Ford parcourut l’assistance du regard. Il planait un climat de profonde suspicion.

— Eh bien ! C’est une sacrée histoire ! s’exclama Chaudry. Il n’y a qu’un seul petit os : ça ne repose que sur une série de suppositions. C’est vrai que j’ai eu une petite histoire avec Marjory, comme tant d’autres au NPF. Erreur d’appréciation. Mais ça ne fait pas de moi un espion.

— Ah oui ? s’insurgea Leung. Alors pourquoi Freeman m’a-t-il dit, juste avant de se faire virer, que vous lui aviez demandé une analyse complète des données relatives aux rayons gamma ? Tout ça pour lui annoncer le lendemain qu’il serait viré s’il continuait à s’y intéresser ? Pourquoi s’être donné tant de mal pour décourager tout le monde au NPF de s’intéresser de trop près à ces rayons ? Vous avez même demandé à Derkweiler, ici présent, de virer Corso, précisément parce qu’il s’y intéressait.

Derkweiler sembla tout à coup se rendre à l’évidence.

— C’est exact, confirma-t-il. Et vous m’avez ensuite demandé de vous fournir toute l’analyse que Corso avait faite des rayons gamma. Je me suis même demandé pourquoi vous vous y intéressiez tout à coup.

— C’est parfaitement ridicule, protesta Chaudry. Je n’ai aucun souvenir de cela.

— C’était il y a tout juste une semaine.

— Je refuse de répondre à ces accusations aberrantes.

Ford brandit le bout de papier où était inscrit le mot de passe.

— Vous auriez très bien pu me le demander. Mais vous avez choisi de le voler. Pour quelle raison ?

— Pour des raisons de sécurité, je vous l’ai déjà dit. Vous l’aviez laissé dans la poche de votre veste.

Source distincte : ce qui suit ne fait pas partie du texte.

class OutputLock:
    """Exclusive ownership of an output folder while a batch run writes into it.

    The folder gets a lock file (``.ritzline-check.lock``: pid, host, start time, command)
    held with an advisory ``flock`` for the life of the run.  A second run into the same
    folder is refused with a message naming the owner.  A lock whose process is gone (killed,
    machine rebooted) is detected and taken over with an :class:`OutputLockWarning`: the
    kernel drops the ``flock`` of a dead process, and a lock written on this host by a pid
    that no longer runs is stale too.  A lock written by a run on *another* host that still
    holds it cannot be checked from here and is refused.
    """

    def __init__(self, folder: str | os.PathLike) -> None:
        self.folder = Path(folder)
        self.path = self.folder / LOCK_NAME
        self._fd: int | None = None

    @staticmethod
    def _describe(info: dict) -> str:
        return (f"pid {info.get('pid', '?')} on host {info.get('host', '?')}, started "
                f"{info.get('started', '?')}")  # fmt: skip

    def _read(self, fd: int) -> dict:
        os.lseek(fd, 0, os.SEEK_SET)
        raw = os.read(fd, 65536)
        try:
            info = json.loads(raw.decode("utf-8")) if raw.strip() else {}
        except (UnicodeDecodeError, json.JSONDecodeError):
            info = {"unreadable": True}
        return info if isinstance(info, dict) else {"unreadable": True}

    def acquire(self) -> OutputLock:
        import fcntl

        self.folder.mkdir(parents=True, exist_ok=True)
        host = socket.gethostname()
        for _ in range(20):
            fd = os.open(self.path, os.O_RDWR | os.O_CREAT, 0o644)
            try:
                fcntl.flock(fd, fcntl.LOCK_EX | fcntl.LOCK_NB)
            except BlockingIOError:
                info = self._read(fd)
                os.close(fd)
                raise RitzlineError(
                    f"{self.folder} is in use by another check run ({self._describe(info)}); "
                    "wait for it to finish or write to another output folder"
                ) from None
            # the file may have been removed and recreated by its owner in the meantime
            try:
                same = os.fstat(fd).st_ino == os.stat(self.path).st_ino
            except FileNotFoundError:
                same = False
            if not same:
                os.close(fd)
                continue
            previous = self._read(fd)
            if previous and not previous.get("unreadable"):
                pid = previous.get("pid")
                other_host = previous.get("host") not in (None, host)
                if other_host:
                    os.close(fd)
                    raise RitzlineError(
                        f"{self.folder} holds a lock from a run on another host "
                        f"({self._describe(previous)}) that this host cannot check; if that "
                        f"run is over, delete {self.path} and start again"
                    )
                # we hold the flock, so its writer has died; a live pid is a reused one
                gone = "no longer running" if not (isinstance(pid, int) and _pid_alive(pid)) \
                    else "no longer holding it (its pid now belongs to another process)"
                warnings.warn(
                    f"{self.folder}: taking over a stale lock ({self._describe(previous)}; "
                    f"that run is {gone}); its finished exposures are kept",
                    OutputLockWarning,
                    stacklevel=3,
                )
            info = {
                "pid": os.getpid(),
                "host": host,
                "started": time.strftime("%Y-%m-%dT%H:%M:%S%z"),
                "command": " ".join(sys.argv)[:2000],
            }
            os.ftruncate(fd, 0)
            os.lseek(fd, 0, os.SEEK_SET)
            os.write(fd, (json.dumps(info) + "\n").encode("utf-8"))
            os.fsync(fd)
            self._fd = fd
            _HELD_LOCK_FDS.add(fd)
            return self
        raise RitzlineError(f"{self.path}: could not take the lock (it keeps changing)")

    def release(self) -> None:
        if self._fd is None:
            return
        with contextlib.suppress(OSError):
            self.path.unlink()
        _HELD_LOCK_FDS.discard(self._fd)
        os.close(self._fd)
        self._fd = None

    def __enter__(self) -> OutputLock:
        return self.acquire()

    def __exit__(self, *exc) -> None:
        self.release()


# ---- journal -----------------------------------------------------------------------------
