"""Energy levels → electric-dipole transitions (Ritz wavelengths), blends and lamp definitions.

Level and observed-line tables of the eight default species ship as ECSV in ``line_lists/``
(built from NIST ASD data, see ``line_lists/README.md``); hydrogen is computed from physics.
Any other neutral or singly ionised spectrum is read from the ASD level dump and line export
copied into ``line_lists/asd/``.  :func:`transitions` lists every E1-allowed level pair of
a species with its Ritz wavelength in an explicit medium, joined to the published (observed)
lines;
:func:`blends` groups lines an instrument of a given FWHM cannot resolve;
:func:`load_lamp` and :func:`lamp_lines` give a calibrator the reference lines of a lamp.

Notes
-----
Selection rules (electric dipole): parity changes, ΔJ = 0, ±1, J = 0 ↔ 0 excluded.  A level
whose J is not resolved in the table (a multiplet, e.g. He I 1s4p ³P°) is treated as the set
of its J values |L − S| … L + S, and a pair is kept when any component pair is allowed.

Intercombination (spin-changing) lines are defined between LS terms only (He, Hg, Na); the
jK-coupled levels of the noble gases are never flagged.

Uncertainties: a Ritz wavelength's error comes from the level energy errors in the tables
(documented defaults, see ``line_lists/README.md``: one unit in the last quoted digit, at
least 0.05 cm⁻¹, 0 for the ground level), added in quadrature and propagated as δλ = λ² δσ.

Hydrogen: levels from the Rydberg formula with the reduced-mass Rydberg constant and the
Dirac fine-structure term, CODATA constants from :mod:`astropy.constants`; the Lamb shift
is neglected and taken as the level uncertainty (0.27 cm⁻¹ / n³, the 1s value scaled).
Like the published lists, Lyman-α, Balmer-α and Balmer-β are resolved into fine-structure
components; every other (n, n′) pair is one line whose wavenumber is the difference of the
statistically weighted (2J + 1) centroids of the two shells (as the published unresolved
lines are).
"""

from __future__ import annotations

import functools
import itertools
import json
import re
from collections.abc import Iterable, Sequence
from dataclasses import dataclass

import numpy as np
from astropy import units as u
from astropy.table import Table, vstack

from . import _asd
from ._resources import data_path
from .airvac import air_to_vacuum, vacuum_to_air
from .errors import RitzlineError

__all__ = [
    "LAMP_NAMES",
    "RITZ_TOLERANCE_NM",
    "SPECIES",
    "Lamp",
    "UnreliableLine",
    "allowed_pairs",
    "available_species",
    "blends",
    "j_value",
    "lamp_lines",
    "load_lamp",
    "species_label",
    "transitions",
]

#: Species with shipped tables, canonical labels: the default candidate set of identification
#: (the gases and vapours of discharge and calibration lamps).  :func:`transitions` also
#: takes any other spectrum of the ASD level dump (:func:`available_species`).
SPECIES = ("H I", "He I", "Ne I", "Ar I", "Kr I", "Xe I", "Hg I", "Na I")
#: Lamp definitions shipped in ``calibration/lamps/``.
LAMP_NAMES = ("Hg", "Ne", "Ar", "Kr", "Xe", "He", "Hg+Ar", "Ne+Ar")
#: Largest |Ritz − published| (nm) accepted for an observed line of a calibration lamp.
#: Natural-isotope Hg I lines are broad and ASD's own observed Hg I wavelengths differ from
#: its level-Ritz values by up to 0.0074 nm (496.010 and 567.581 nm, line_lists/asd/), hence
#: the larger bound for Hg I.
RITZ_TOLERANCE_NM = {"default": 0.002, "Hg I": 0.008}
#: Principal quantum numbers computed for hydrogen.
HYDROGEN_N_MAX = 20
#: (n_lower, n_upper) pairs of hydrogen listed as fine-structure components.
HYDROGEN_RESOLVED = ((1, 2), (2, 3), (2, 4))
#: A blended line stays usable for calibration when the blend's weighted centroid lies
#: within this fraction of the FWHM of its own published wavelength.
BLEND_SHIFT_TOLERANCE = 0.02
SOURCE = (
    "NIST Atomic Spectra Database (Kramida, Ralchenko, Reader and NIST ASD Team): levels, "
    "line export with intensities and gA; lines the export lacks from the compiled list "
    "(J. E. Sansonetti and W. C. Martin, Handbook of Basic Atomic Spectroscopic Data, "
    "J. Phys. Chem. Ref. Data 34, 1559 (2005), intended source, values from memory where "
    "marked); see line_lists/README.md"
)
COMPILED = "2026-12-03"
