def _json_default(obj):
    if isinstance(obj, float) and not np.isfinite(obj):
        return None
    if isinstance(obj, np.generic):
        return obj.item()
    return str(obj)
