void loadStaff(LoadContext& ctx, const Field& f) {
  auto& p = ctx.problem;
  auto items = f.items();
  if (items.empty()) f.fail("the staff list is empty; add at least one person");
  if (items.size() > kMaxStaff)
    f.fail(std::to_string(items.size()) + " people; at most " + std::to_string(kMaxStaff) + " are supported: split the roster by unit");
  // First pass: ids and skills, so later entries can refer to any person.
  for (const Field& item : items) {
    item.allowOnly({"id", "name", "contract", "skills", "absences", "requests", "fixed", "history"});
    model::Person person;
    const Field idField = item.require("id");
    person.id = idField.id();
    if (person.id.find(',') != std::string::npos) idField.fail("a staff id cannot contain ','");
    if (p.findStaff(person.id) >= 0) idField.fail("duplicate staff id '" + person.id + "'; staff ids must be unique");
    person.name = item.has("name") ? item.get("name").text() : person.id;
    if (item.has("contract")) person.contract = ctx.contract(item.get("contract"));
    const Field skills = item.require("skills");
    for (const Field& sk : skills.items()) {
      const SkillIdx i = ctx.skill(sk);
      if (person.holds(i)) sk.fail("skill listed twice");
      person.skills.push_back(i);
      person.skillMask |= std::uint64_t{1} << i;
    }
    if (person.skills.empty()) skills.fail("a person needs at least one skill");
    p.staff.push_back(std::move(person));
  }
  const size_t cells = p.staff.size() * static_cast<size_t>(p.days);
  p.absent.assign(cells, 0);
  p.absenceReason.assign(cells, "");
  p.fixed.assign(cells, -1);
  for (size_t i = 0; i < items.size(); ++i) {
    const Field& item = items[i];
    auto s = static_cast<StaffIdx>(i);
    if (item.has("absences")) loadAbsences(ctx, s, item.get("absences"));
    if (item.has("requests")) loadRequests(ctx, p.staff[i], item.get("requests"));
    if (item.has("fixed")) loadFixed(ctx, s, item.get("fixed"));
    if (item.has("history")) loadHistory(ctx, p.staff[i], item.get("history"));
    p.maxHistory = std::max(p.maxHistory, static_cast<int>(p.staff[i].history.size()));
  }
}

— Ce soir-là, ajouta Marjory Leung, vous m’avez constamment demandé de vous répéter ce que Freeman m’avait dit à propos des rayons gamma.

Elle marqua une pause et, tremblante de rage, pointa sur lui un doigt accusateur.

— Vous… vous êtes un assassin.

— Le Pakistan ? intervint finalement Lockwood. Mais c’est un pays complètement arriéré. Que feraient-ils d’une information pareille ? Ils n’ont pas de programme spatial, pas de recherche, rien du tout.

— Je me permets de vous contredire, rétorqua Chaudry d’une voix glaciale. Nous sommes le pays d’Abdul Qadeer Khan, l’un des plus grands scientifiques de tous les temps. Nous avons la bombe, des missiles à longue portée, un programme d’enrichissement de l’uranium. Plus important encore, nous avons Dieu avec nous. Tout ce qui se produit sur terre ou ailleurs est le fruit du Destin, qui n’est jamais qu’un autre mot pour désigner la volonté divine. Les dés ont été jetés il y a bien longtemps. Ceux qui pensent pouvoir altérer le véritable cours des choses se bercent d’illusions. Einstein parlait de bloc du temps. Nous utilisons le terme de Destin. Qui, je vous le demande, est plus puissant qu’Allah ?

Ford se tourna vers les officiers de service.

— Je crois qu’il vaut mieux incarcérer cet homme.

Personne ne bougea. Les gardes semblaient comme pétrifiés. Mickelson sortit son revolver et le pointa sur Chaudry.

— Vous avez entendu ce qu’a dit Ford. Passez-lui les menottes.

Le professeur tendit les mains, les poignets croisés. Son visage se tordit en un sourire sardonique.

— Ça n’a plus d’importance désormais, continua-t-il calmement tandis qu’on le menottait. Vous êtes finis en tant que puissance, et vous le savez. Nous sommes purs et nous avons la faveur de Dieu. Sur le long terme, nous triompherons. Écoutez bien ce que je vais vous dire : l’avenir appartient au Pakistan. Nous vaincrons l’Inde et, par la grâce de Dieu, une nouvelle ère de domination scientifique s’ouvrira pour mon pays, dont les découvertes éblouiront le reste du monde.

— Débarrassez-nous de lui, ordonna Mickelson d’un ton sec. Il replaça son arme dans son uniforme fripé et s’adressa au groupe.

— Nous avons quatre-vingt-dix minutes avant de donner notre rapport au Président, alors il s’agit de se ressaisir.

— À présent que nous avons démasqué la taupe, déclara Ford, je suis en mesure de vous révéler l’emplacement de la machine. Parce que ce n’est pas sur Mars qu’elle se trouve. C’est sur Déimos.